The ATO pre-populates the importers BAS with the amount of GST that was deferred during the month at item 7A on the statement. It then issues the BAS to the registered importer electronically.
Registered importers who participate in the Deferred GST Scheme need to acquit their liability by completing items G10 and G11 on the BAS (see above), with details of all taxable and non-taxable importations made during the reporting period.
There is more information on how to obtain deferral transaction details to reconcile to the deferred GST liability amount at item 7A on your BAS on the
Deferral of GST page.
The ABN is a single identifier that is used for dealings with the ATO and other government departments and agencies, including the ACBPS. The aim of the ABN system is to simplify the way businesses deal with government by providing a single key to registration services across government, thereby offering a one-stop shop.
An ABN is available to:
- all companies registered under the Corporations Law in Australia;
- government departments and agencies;
- business entities; and
- other entities that are required to be registered for GST purposes (e.g. charitable and religious institutions).

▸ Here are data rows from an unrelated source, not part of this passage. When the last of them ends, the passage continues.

"""A built, non-editable install carries and finds the data tables."""

import json
import os
import subprocess
import sys
import zipfile

import pytest


@pytest.mark.slow
def test_wheel_install_finds_data_tables(tmp_path):
    root = os.path.dirname(os.path.dirname(os.path.abspath(__file__)))
    wheel_dir = tmp_path / "wheel"
    r = subprocess.run([sys.executable, "-m", "pip", "wheel", "--no-deps", "--no-build-isolation",
                        "-q", "-w", str(wheel_dir), root], capture_output=True, text=True)
    assert r.returncode == 0, r.stderr
    wheels = list(wheel_dir.glob("snrkit-*.whl"))
    assert len(wheels) == 1
    wheel = zipfile.ZipFile(wheels[0])
    names = wheel.namelist()
    assert "snrkit/data_tables/README.md" in names
    # the licence travels with the wheel, with PEP 639 metadata (Python Packaging
    # Authority, PEP 639, "Improving license clarity with better package metadata")
    assert any(n.endswith(".dist-info/licenses/LICENSE") for n in names)
    meta = wheel.read(next(n for n in names if n.endswith(".dist-info/METADATA"))).decode()
    assert "License-Expression: BSD-3-Clause" in meta
    assert any(n.startswith("snrkit/data_tables/demo/") for n in names)
    # the report's templates travel with the package (jinja2's PackageLoader reads them there)
    assert {"snrkit/output/templates/report.html.j2", "snrkit/output/templates/report.css"} <= set(names)
    site = tmp_path / "site"
    r = subprocess.run([sys.executable, "-m", "pip", "install", "--no-deps", "-q", "--target",
                        str(site), str(wheels[0])], capture_output=True, text=True)
    assert r.returncode == 0, r.stderr
    # Run from an empty folder with the installed copy first on the path, so the
    # source checkout cannot be what answers.
    code = (
        "import sys, json; sys.path.insert(0, sys.argv[1]); import snrkit, snrkit.io.tables as t; "
        "from snrkit.cli import main; "
        "from snrkit.output.report import render_report; "
        "from snrkit.output.report_data import preset_provenance; "
        "doc = dict(title='t', version='0', command_line='', created_utc='', planets=[], catalogue=None, "
        "provenance=[], presets=preset_provenance(['flat'], ['cold6m-prism-lowres']), caution='c'); "
        "html = render_report(doc, {'_all': {}}); "
        "print(json.dumps({'pkg': snrkit.__file__, 'data': str(t.data_path('species.ecsv')), "
        "'html': 'id=\"caution\"' in html and 'detector.read_noise_electrons' in html})); "
        "sys.stdout.flush(); rc = main(['demo', '--describe-only', '--json']); sys.exit(rc)"
    )
    work = tmp_path / "elsewhere"
    work.mkdir()
    r = subprocess.run([sys.executable, "-c", code, str(site)], capture_output=True, text=True,
                       cwd=work)
    assert r.returncode == 0, r.stderr
    first, rest = r.stdout.split("\n", 1)
    where = json.loads(first)
    assert where["pkg"].startswith(str(site))
    assert where["data"].startswith(str(site / "snrkit" / "data_tables"))
    assert where["html"]
    assert json.loads(rest)["systems"]
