"""Integration: the spectrum solvers with snrkit's real opacity tables (helper A's)."""

import math

import numpy as np
import pytest
import astropy.units as u

from snrkit.atmosphere.spectrum import transmission_spectrum
from snrkit.atmosphere.mixture import wavelength_bin_edges
from snrkit.atmosphere.scenarios import preset_names

# hot giant, warm sub-Neptune, temperate rocky planet (invented values)
PLANETS = dict(planet_radius=[13.4, 2.6, 1.0], stellar_radius=[1.05, 0.72, 1.0],
               planet_mass=[254.0, 7.5, 1.0], equilibrium_temperature=[1300.0, 600.0, 260.0],
               planet_names=["giant", "sub-neptune", "rocky"])


# the temperate preset without its cold trap (a cold trap always takes the layered solver)
WELL_MIXED_TEMPERATE = {"scenario": "n2-o2-temperate", "cold_trap": {}}


@pytest.mark.parametrize("scenario", ["h2-clear-solar", WELL_MIXED_TEMPERATE, "h2-metal-rich"],
                         ids=["h2-clear-solar", "n2-o2-temperate-well-mixed", "h2-metal-rich"])
def test_layered_matches_analytic_with_real_tables(scenario):
    # The layered solver must match the analytic one within 0.1 H in the isothermal
    # clear case with line shapes at one pressure in both; real line, Rayleigh and CIA
    # opacities (Heng & Kitzmann 2017, MNRAS 470, 2972: the analytic formula is exact for
    # an isothermal atmosphere of constant opacity).
    kw = dict(PLANETS, resolution=50, pressure_broadening=False)
    an = transmission_spectrum(scenario, **kw)
    lay = transmission_spectrum(scenario, solver="layers", **kw)
    h = an.scale_height_km.values[:, None]
    dev = np.abs(lay.effective_height_km.values - an.effective_height_km.values) / h
    assert dev.max() < 0.1
    # the spectra have real structure (several scale heights of bands)
    assert np.all(np.ptp(an.effective_height_km.values / h, axis=1) > 3)


def test_solvers_agree_with_pressure_broadening_on_the_demo_planets():
    # Line shapes at each level's pressure (layered) and at the pressure of each root
    # with the local power law k ~ P^s (analytic): every bin of every preset on every
    # demo planet within 0.3 H (issue requirement; measured ~0.11 H).
    from snrkit.io.systemfile import load_system
    from snrkit.io.tables import data_path
    from snrkit.constants import R_EARTH, M_EARTH, R_SUN
    rows = []
    for name in ("alder.toml", "birch.toml", "cedar.toml"):
        d = load_system(data_path("demo", name))
        dd = d.derived_arrays()
        rows += [(dd["radius_m"][i] / R_EARTH, d.star.radius_m[i] / R_SUN,
                  dd["mass_kg"][i] / M_EARTH, dd["equilibrium_temperature_K"][i])
                 for i in range(len(d))]
    rp, rs, mp, teq = (np.array(c) for c in zip(*rows))
    edges = np.geomspace(0.6, 12.0, 91)
    import warnings
    from snrkit.errors import SnrkitWarning
    for name in preset_names():
        kw = dict(planet_mass=mp, equilibrium_temperature=teq, wavelength_edges=edges)
        with warnings.catch_warnings():
            # the co2-thick band cores reach the model top; both solvers cap them there
            warnings.simplefilter("ignore", SnrkitWarning)
            an = transmission_spectrum(name, rp, rs, **kw)
            lay = transmission_spectrum(name, rp, rs, solver="layers", **kw)
        h = an.scale_height_km.values[:, None]
        dev = np.abs(lay.effective_height_km.values - an.effective_height_km.values) / h
        assert np.nanmax(dev) < 0.3, name


def test_every_preset_runs_analytic():
    # every preset gives a finite spectrum (speed is a benchmark figure,
    # benchmarks/bench_spectrum.py, not a unit-test assertion)
    for name in preset_names():
        ds = transmission_spectrum(name, 13.0, 1.0, planet_mass=300.0,
                                   equilibrium_temperature=1300.0, resolution=100,
                                   top_pressure=1e-6)
        assert np.all(np.isfinite(ds.transit_depth_ppm.values))
        assert np.all(ds.transit_depth_ppm.values >= ds.reference_depth_ppm.values[:, None]
                      * (1 - 0.02))


def test_real_h2_rayleigh_slope():
    # Lecavelier des Etangs et al. 2008 (A&A 481, L83): dR/d ln(lambda) = -4 H for a
    # Rayleigh-scattering H2/He gas (real H2/He cross-sections, Dalgarno & Williams 1962)
    edges = wavelength_bin_edges(20, 0.35e-6, 0.6e-6) * 1e6
    ds = transmission_spectrum({"mixing_ratios": {"He": 0.15}, "fill_gas": "H2",
                                "reference_pressure": 0.1},
                               13.0, 1.0, planet_mass=300.0, equilibrium_temperature=1300.0,
                               wavelength_edges=edges)
    z = ds.effective_height_km.values[0] * 1e3
    h0 = ds.scale_height_km.values[0] * 1e3
    r0 = 13.0 * 6.3781e6
    h_loc = h0 * ((r0 + z.mean()) / r0) ** 2
    slope = np.polyfit(np.log(ds.wavelength.values), z, 1)[0]
    # the H2 King factor and refractivity dispersion steepen it slightly beyond -4
    assert -4.6 < slope / h_loc < -3.9


def test_water_removal_shows_the_band():
    ds = transmission_spectrum("h2-clear-solar", 13.0, 1.0, planet_mass=300.0,
                               equilibrium_temperature=1300.0, resolution=30,
                               contributions=True)
    band = ds.sel(wavelength=1.4, method="nearest")
    h_ppm = float(ds.annulus_ppm_per_scale_height[0])
    drop = float(band.transit_depth_ppm[0] - band.depth_without_species_ppm.sel(species="H2O")[0])
    assert drop > 1.0 * h_ppm          # water shapes the 1.4 um band by > 1 scale height


@pytest.mark.slow
def test_layered_r1000_full_spectrum():
    # the numerical solver gives a full R = 1000 spectrum (its time is a benchmark
    # figure, benchmarks/bench_spectrum.py, not a unit-test assertion)
    ds = transmission_spectrum("h2-clear-solar", 13.0, 1.0, planet_mass=300.0,
                               equilibrium_temperature=1300.0, resolution=1000,
                               solver="layers")
    assert ds.sizes["wavelength"] == math.ceil(1000 * math.log(100))
    assert np.all(np.isfinite(ds.transit_depth_ppm.values))


def test_refraction_raises_temperate_floor():
    # Robinson, Fortney & Hubbard 2017: refraction hides the lower atmosphere of a
    # temperate planet around a Sun-like star; the minimum depth rises.
    kw = dict(planet_mass=1.0, equilibrium_temperature=255.0, semi_major_axis=1.0 * u.AU,
              resolution=30, solver="layers", n_layers=100)
    no = transmission_spectrum("n2-o2-temperate", 1.0, 1.0, **kw)
    yes = transmission_spectrum("n2-o2-temperate", 1.0, 1.0, refraction=True, **kw)
    assert 0.1 < float(yes.refraction_floor_bar[0]) < 0.35
    h = float(no.scale_height_km[0])
    assert float(yes.effective_height_km.min()) > float(no.effective_height_km.min()) + h


def test_preset_feature_scale_heights_match_the_model():
    # issue 3 item 7: each preset documents the band amplitude (in scale heights) of the
    # full model; used as N_H, the quick estimate N_H * 2 H Rp / Rs^2 then reproduces
    # the model's peak-to-trough depth on the reference planet.
    import tomllib
    from snrkit.io.tables import data_path
    from snrkit.atmosphere.scenarios import load_scenario
    from snrkit.atmosphere.features import feature_scale_heights, FEATURE_REFERENCE_PLANETS, FEATURE_WAVELENGTH_RANGE_UM, FEATURE_RESOLUTION
    for name in preset_names():
        sc = load_scenario(name)
        ref = tomllib.loads(data_path("scenarios", f"{name}.toml").read_text())[
            "provenance"]["feature_reference_planet"]
        n_h = feature_scale_heights(sc, ref)
        assert sc.feature_scale_heights == pytest.approx(n_h, rel=0.02, abs=0.02), name
        if sc.featureless:
            continue
        lo, hi = FEATURE_WAVELENGTH_RANGE_UM
        ds = transmission_spectrum(sc, wavelength_edges=wavelength_bin_edges(
            FEATURE_RESOLUTION, lo * 1e-6, hi * 1e-6) * 1e6, **FEATURE_REFERENCE_PLANETS[ref])
        quick = sc.feature_scale_heights * float(ds.annulus_ppm_per_scale_height[0])
        full = float(np.ptp(ds.transit_depth_ppm.values[0]))
        assert quick == pytest.approx(full, rel=0.1), name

It is not mandatory for a business entity to have an ABN; however an entity needs an ABN to register for GST purposes. Being registered for GST allows business entities to claim back the GST they have paid on business inputs, through the input tax credit system.
For companies, the ABN is based on the nine-digit Australian Company Number (ACN) with two leading digits added. Entities without an ACN receive an eleven-digit ABN. For GST purposes, the ATO is able to register ABN holders in a number of ways, including groups and branches. For more information on groups and branches,
contact the ATO.
Departmental use of the ABN
For our purpose, importers and exporters are required to use their ABN to identify themselves on import entries. Importers who are not entitled to an ABN will continue to be identified by customs owner codes.
Australian Customs Notice 2000/13 provides advice on linking ABNs to owner codes.
The ATO administers the registration of ABNs for business entities. Please
contact the ATO if you require application details or further information.
Wine and other similar fermented beverages are subject to a value-based tax called Wine Equalisation Tax (WET). WET applies to grape wine, fruit and vegetable wine, cider, perry, mead, sake, and grape wine products such as marsala, vermouth, wine creams and cocktails.
The WET rate is 29 per cent and is levied at the wholesale level. For the Australian domestic market, the WET liability is remitted to the ATO. For imports, the WET liability is remitted to the ACBPS.
More information about Wine Equalisation Tax is available from the
ATO. In particular, the ATO has issued a WET ruling. You can access WETR 2009/01 on the
law page of the ATO website.
Luxury Car Tax
A luxury car tax (LCT) is payable on imports of luxury cars in addition to any GST payable unless the luxury cars are covered by an
The LCT threshold is the car depreciation limit for income tax purposes. For the 2017/18 financial year the LCT threshold is $65,094.
Cars with a GST-inclusive value above the LCT threshold are subject to LCT. In general, the LCT value of a car includes the value of any parts, accessories or attachments supplied or imported at the same time as the car.
LCT does not apply to fuel efficient cars below the fuel efficient luxury car threshold of $75,526 for the 2017/18 financial year.
Registered entities are generally able to quote their ABN in relation to the supply or importation of a luxury car where they intend holding the car as trading stock (other than for hire or lease), carrying out research and development for the car manufacturer, or exporting the car where the export is GST-free. The quotation system is designed to prevent LCT becoming payable before the car is sold or imported at the retail level.
Private importers pay LCT on entry for home consumption. For more information on LCT see
Department of Immigration and Border Protection Notice No. 2017/15.